Each node in a wireless sensor network has some data storage capability that preserves gathered data until that data is either requested by a data collector, or utilized by the network itself. Local storage, where every node stores its own data locally, is disadvantageous because a software or mechanical failure may cause permanent data loss of some or all of the data. Robust distributed networked storage, where each node stores its data amongst other nodes in a redundant manner, offers higher levels of data persistence than local storage. Using a distributed storage scheme, a data collector can reconstruct any node's data by downloading a portion of data from a previously defined threshold number of nodes. Consider a set of nodes storing some data distributively. The failure of any node in that set, reduces the data's level of redundancy.
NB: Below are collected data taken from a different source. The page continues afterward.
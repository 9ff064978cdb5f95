//! `arch = "auto"`: fit every energy structure the log permits (separable,
//! mechanical, general) on a short budget, score each by the figure `check`
//! reports (the median over the held-out trajectories of the rollout's
//! state relative RMSE, computed by [`crate::evidence::check`]), and name
//! the one with the smallest figure. A structure the plan refuses (or whose
//! short fit fails) is skipped with its reason, never an error.

use anyhow::{anyhow, bail, Result};
use serde::{Deserialize, Serialize};

use crate::data::dataset::Dataset;
use crate::deploy::blob::{BlobModel, HostModel};
use crate::evidence::check::{check, check_port, CheckSettings};
use crate::learn::fit::FitSettings;
use crate::learn::stage::{FitOutcome, ModelPlan};
use crate::learn::structure::Arch;
use visviva_runtime::Hamiltonian;

/// The short budget is the configured one divided by this (at least one
/// epoch or step; trajectory matching's epochs too), with the same seed and
/// hidden sizes: our own choice,
/// enough for the structures to separate on the built-in systems.
pub const SHORT_BUDGET_DIVISOR: usize = 5;

/// The structures tried, in this order (a tie keeps the earlier, simpler).
pub const CANDIDATES: [Arch; 3] = [Arch::Separable, Arch::Mechanical, Arch::General];

/// One structure's outcome.
#[derive(Debug, Clone, PartialEq, Serialize, Deserialize)]
pub struct Candidate {
    /// The structure, in the project file's words.
    pub structure: String,
    /// Median held-out state relative RMSE of its short fit (`None` when
    /// skipped).
    pub state_rel_rmse: Option<f64>,
    /// Why it was skipped.
    pub skipped: Option<String>,
}

/// The choice and the evidence for it.
#[derive(Debug, Clone, PartialEq, Serialize, Deserialize)]
pub struct Selection {
    /// Every structure tried, in [`CANDIDATES`] order.
    pub candidates: Vec<Candidate>,
    /// The structure chosen.
    pub chosen: String,
    /// Epochs of each short fit (or optimizer steps when the budget is
    /// given in steps).
    pub short_budget: usize,
    /// Whether `short_budget` counts optimizer steps.
    pub short_budget_in_steps: bool,
    /// Read back from the last run's fit of the same logs and settings.
    #[serde(default)]
    pub reused: bool,
}

/// The structure's name in the project file's words.
pub fn arch_name(arch: Arch) -> &'static str {
    match arch {
        Arch::Separable => "separable",
        Arch::Mechanical => "mechanical",
        Arch::General => "general",
        Arch::Auto => "auto",
    }
}

/// `settings` with the short budget (same seed, same everything else).
pub fn short_settings(settings: &FitSettings) -> FitSettings {
    let cut = |n: usize| (n / SHORT_BUDGET_DIVISOR).max(1);
    FitSettings {
        epochs: cut(settings.epochs),
        steps: settings.steps.map(cut),
        ..settings.clone()
    }
}

/// Trajectory matching's plan with its epochs cut like
/// [`short_settings`]'s.
pub fn short_trajectory(
    plan: Option<crate::learn::mode::TrajectoryPlan>,
) -> Option<crate::learn::mode::TrajectoryPlan> {
    plan.map(|p| crate::learn::mode::TrajectoryPlan {
        epochs: (p.epochs / SHORT_BUDGET_DIVISOR).max(1),
        ..p
    })
}

/// The figure `check` reports for the fitted `blob` on `val`: the median
/// over its trajectories of the state relative RMSE (conservative models
/// through [`check`], damped or driven ones through [`check_port`]).
pub fn held_out_error(blob: &[u8], val: &Dataset) -> Result<f64> {
    let model = HostModel::from_bytes(blob).map_err(|e| anyhow!("{e}"))?;
    if model.has_port_terms() {
        let parsed = BlobModel::from_bytes(blob).map_err(|e| anyhow!("{e}"))?;
        let r = check_port(&model, &parsed, val)?;
        let errors = r.rollouts.iter().map(|d| d.state_rel_rmse).collect();
        return Ok(crate::evidence::check::median(errors));
    }
    let r = check(&model, None, val, None, &CheckSettings::default())?;
    Ok(r.median_model.state_rel_rmse)
}

/// Fit each candidate with `fit` on the short budget and score it on `val`.
/// `plan` settles a structure's model (a refusal skips it); `fit` runs the
/// fit stage for a plan and settings.
pub fn select(
    val: &Dataset,
    settings: &FitSettings,
    plan: impl Fn(Arch) -> Result<ModelPlan>,
    fit: impl Fn(&ModelPlan, &FitSettings) -> Result<FitOutcome>,
) -> Result<Selection> {
    let short = short_settings(settings);
    let candidates: Vec<Candidate> = CANDIDATES
        .iter()
        .map(|&arch| {
            let scored = plan(arch)
                .and_then(|p| fit(&p, &short))
                .and_then(|out| held_out_error(&out.blob, val));
            match scored {
                Ok(e) if e.is_finite() => Candidate {
                    structure: arch_name(arch).into(),
                    state_rel_rmse: Some(e),
                    skipped: None,
                },
                Ok(e) => skipped(arch, format!("its held-out state error is {e}")),
                Err(e) => skipped(arch, format!("{e:#}")),
            }
        })
        .collect();
    let Some(best) = candidates
        .iter()
        .filter_map(|c| c.state_rel_rmse.map(|e| (c, e)))
        .min_by(|a, b| a.1.total_cmp(&b.1))
    else {
        let reasons: Vec<String> = candidates.iter().map(Candidate::line).collect();
        bail!(
            "arch = \"auto\": no structure could be fitted:\n  {}",
            reasons.join("\n  ")
        );
    };
    Ok(Selection {
        chosen: best.0.structure.clone(),
        short_budget: short.steps.unwrap_or(short.epochs),
        short_budget_in_steps: short.steps.is_some(),
        reused: false,
        candidates,
    })
}

fn skipped(arch: Arch, reason: String) -> Candidate {
    Candidate {
        structure: arch_name(arch).into(),
        state_rel_rmse: None,
        skipped: Some(reason),
    }
}

impl Candidate {
    /// The command output's line for this candidate.
    pub fn line(&self) -> String {
        match (&self.state_rel_rmse, &self.skipped) {
            (Some(e), _) => format!("{:<10} held-out state error {e:.4e}", self.structure),
            (None, Some(r)) => format!("{:<10} skipped: {r}", self.structure),
            (None, None) => format!("{:<10} skipped", self.structure),
        }
    }
}

impl Selection {
    /// The chosen structure as an [`Arch`].
    pub fn chosen_arch(&self) -> Arch {
        CANDIDATES
            .into_iter()
            .find(|a| arch_name(*a) == self.chosen)
            .unwrap_or(Arch::General)
    }

    /// What the short budget counts, in words.
    pub fn budget_unit(&self) -> &'static str {
        match (self.short_budget_in_steps, self.short_budget) {
            (true, 1) => "optimizer step",
            (true, _) => "optimizer steps",
            (false, 1) => "epoch",
            (false, _) => "epochs",
        }
    }

    /// The command output's lines: the rule, each candidate and the choice.
    pub fn lines(&self) -> Vec<String> {
        let unit = self.budget_unit();
        let mut out = vec![format!(
            "arch = auto: each structure the log permits fitted for {} {unit} (1/{} of the \
             budget, same seed and sizes), scored by the median held-out state relative RMSE \
             (the figure check reports):",
            self.short_budget, SHORT_BUDGET_DIVISOR
        )];
        out.extend(self.candidates.iter().map(|c| format!("  {}", c.line())));
        out.push(if self.reused {
            format!(
                "chosen: {} (smallest held-out state error; reused from the last fit of the \
                 same logs and settings)",
                self.chosen
            )
        } else {
            format!(
                "chosen: {} (smallest held-out state error); fitting it with the full budget",
                self.chosen
            )
        });
        out
    }
}

#[cfg(test)]
mod tests {
    use super::*;

    #[test]
    fn the_short_budget_is_a_fifth_and_at_least_one() {
        let s = FitSettings {
            epochs: 1000,
            seed: 7,
            ..FitSettings::default()
        };
        let short = short_settings(&s);
        assert_eq!((short.epochs, short.steps, short.seed), (200, None, 7));
        let tiny = short_settings(&FitSettings {
            epochs: 3,
            steps: Some(4),
            ..FitSettings::default()
        });
        assert_eq!((tiny.epochs, tiny.steps), (1, Some(1)));
    }

    #[test]
    fn every_candidate_names_itself_and_round_trips() {
        for arch in CANDIDATES {
            let s = Selection {
                candidates: vec![],
                chosen: arch_name(arch).into(),
                short_budget: 1,
                short_budget_in_steps: false,
                reused: false,
            };
            assert_eq!(s.chosen_arch(), arch);
        }
    }
}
However, if a newcomer joins the network, it can be used to restore the data's level of redundancy, by downloading some data from a threshold number of live nodes. This recovery process is termed regeneration. In the case of a software failure, the node that failed may be reassigned to be the newcomer, if it is able to return to its previous working state. In this paper, we generalize the terms reconstruction and regeneration to the term recovery. We propose a framework that serves as a measure of performance for algorithms targeting data persistence. We then propose one such algorithm and show that it achieves a constant approximation ratio of the optimal, with respect to the framework. Finally, we conclude with simulations analyzing the proposed data recovery framework.